Friday, April 07, 2006

Covering the Cover and Worrying Over the Title

(NOTE: The following is a memoir and as such is told using lies, misinformation, faulty geography, and plain BS. Dialog has been shoddily constructed for greater dramatic purpose in search of lower truth. The moral compass is pointed east on account of some fool left it next to a magnet and screwed up the needle. Am I a “must-have” item yet?)

As the writer burns his remaining operative brain cells fretting with the text, the publisher jumps through the flaming hoop of cover design and tries not to be singed. The writer contributes unhelpful suggestions from relatives, so-called friends, and the cashier at his local Barnes & Noble who is saving for another piercing without saying where.

Before paperbacks, most covers were limited to type arrangements and discrete decoration embossed on the boards. Someone, somewhere, had the idea of treating the dust jacket like a box of soap flakes. Buy this NEW, IMPROVED novel or nonfiction, GUARANTEED to remove stains! Serious readers slipped off the dust jackets and threw them out. Then came the paperback revolution and new printing techniques, and the cover rose in importance at the request of the marketing department. De-bossing, holograms, die cuts, foil stamping, and any other trick devised by printers and graphic designers are used. Whether these make a difference in sales is a constant debate, but all agree the well-executed cover helps establish a book’s credibility.

Cynthia Frank and I had walked the floor at the annual Northern California Independent Booksellers Association show last fall, and looked at covers from publishing companies great and small. Most were clear type arrangements with nothing fancy or startling. DOG WALKED needed more flash to stand out from the rest of the writing books. She postponed work on the cover until the manuscript hassles were fixed and asked me for ideas. One rule I have stuck with is never get involved in arguments over the cover. Another rule I have is not to date women with red hair, unless they have a private income.
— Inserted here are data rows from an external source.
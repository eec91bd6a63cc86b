import fc from 'fast-check';
import { describe, expect, it } from 'vitest';
import { formatCount, formatFigure, splitFigure, thinSpace, writeFigure } from './format-figure';

describe('figures for the eye', () => {
  it.each([
    [0, '0'],
    [-0, '0'],
    [1, '1.00000'],
    [-1.5, '-1.50000'],
    [1234.5678, '1 234.57'],
    [123456.4, '123 456'],
    [12345678, '12 345 678'],
    [999999999, '999 999 999'],
    [1e9, '1.00000×10⁹'],
    [999999999.9, '1 000 000 000'],
    [0.0001, '0.000100000'],
    [0.00012345678, '0.000123457'],
    [0.000099999999, '0.000100000'],
    [0.0000123456789, '1.23457×10⁻⁵'],
    [-6.02214076e23, '-6.02214×10²³'],
    [1e-300, '1.00000×10⁻³⁰⁰'],
    [9.9999999, '10.0000'],
    [0.5, '0.500000'],
    [2.5e-7, '2.50000×10⁻⁷'],
  ])('%d is shown as %s', (value, shown) => {
    expect(formatFigure(value)).toBe(shown.replaceAll(' ', thinSpace));
  });

  it('digits are chosen by the caller, and digits before the point are never lost', () => {
    expect(formatFigure(1234.5678, { digits: 3 })).toBe(`1${thinSpace}235`);
    expect(formatFigure(0.0123456, { digits: 2 })).toBe('0.012');
    expect(formatFigure(1e-6, { digits: 1 })).toBe('1×10⁻⁶');
    expect(formatFigure(1 / 3, { digits: 17 })).toBe('0.33333333333333331');
  });

  it('parts align on the decimal point', () => {
    expect(splitFigure(-1234.5)).toEqual({ sign: '-', integer: `1${thinSpace}234`, fraction: '50', exponent: '' });
    expect(splitFigure(1.5e-9, { digits: 3 })).toEqual({ sign: '', integer: '1', fraction: '50', exponent: '×10⁻⁹' });
  });

  it('rounding is within half a unit of the last digit shown', () => {
    fc.assert(
      fc.property(fc.double({ min: 1e-12, max: 1e12, noNaN: true }), fc.integer({ min: 1, max: 15 }), (value, digits) => {
        const { integer, fraction, exponent } = splitFigure(value, { digits });
        const power = exponent === '' ? 0 : Number(exponent.replace('×10', '').replace('⁻', '-').replace(/[⁰¹²³⁴⁵⁶⁷⁸⁹]/g, (digit) => String('⁰¹²³⁴⁵⁶⁷⁸⁹'.indexOf(digit))));
        const shown = Number(`${integer.replaceAll(thinSpace, '')}.${fraction}e${power}`);
        expect(Math.abs(shown / value - 1)).toBeLessThanOrEqual(0.5000001 * 10 ** (1 - digits));
      }),
    );
  });

  it('what is not a finite number is not a figure', () => {
    expect(() => formatFigure(NaN)).toThrow(RangeError);
    expect(() => formatFigure(Infinity)).toThrow(RangeError);
  });

  it('counts have their thousands set off', () => {
    expect(formatCount(1200)).toBe(`1${thinSpace}200`);
    expect(formatCount(-1234567)).toBe(`-1${thinSpace}234${thinSpace}567`);
    expect(formatCount(999)).toBe('999');
  });

  it('figures for machines read back to the same bits', () => {
    fc.assert(fc.property(fc.double({ noNaN: true, noDefaultInfinity: true }).filter((value) => !Object.is(value, -0)), (value) => Object.is(Number(writeFigure(value)), value)));
  });
});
An email arrived from Cypress House with three cover suggestions. The first had a black and white pup standing by the side of a macadam road in outer bucolia on a clear blue-sky day. Nope, I said, looks like anything except a writing book. The second had a reproduction of a painting of a dog walking by a red door. Nope, I said, the connection is tenuous at best. The third had the magic, a gray background with a vertical bar of purple and a photograph of a feral cat walking down a South African road. I like this, I said, a double take cover where the browser is knocked off guard and must look closer.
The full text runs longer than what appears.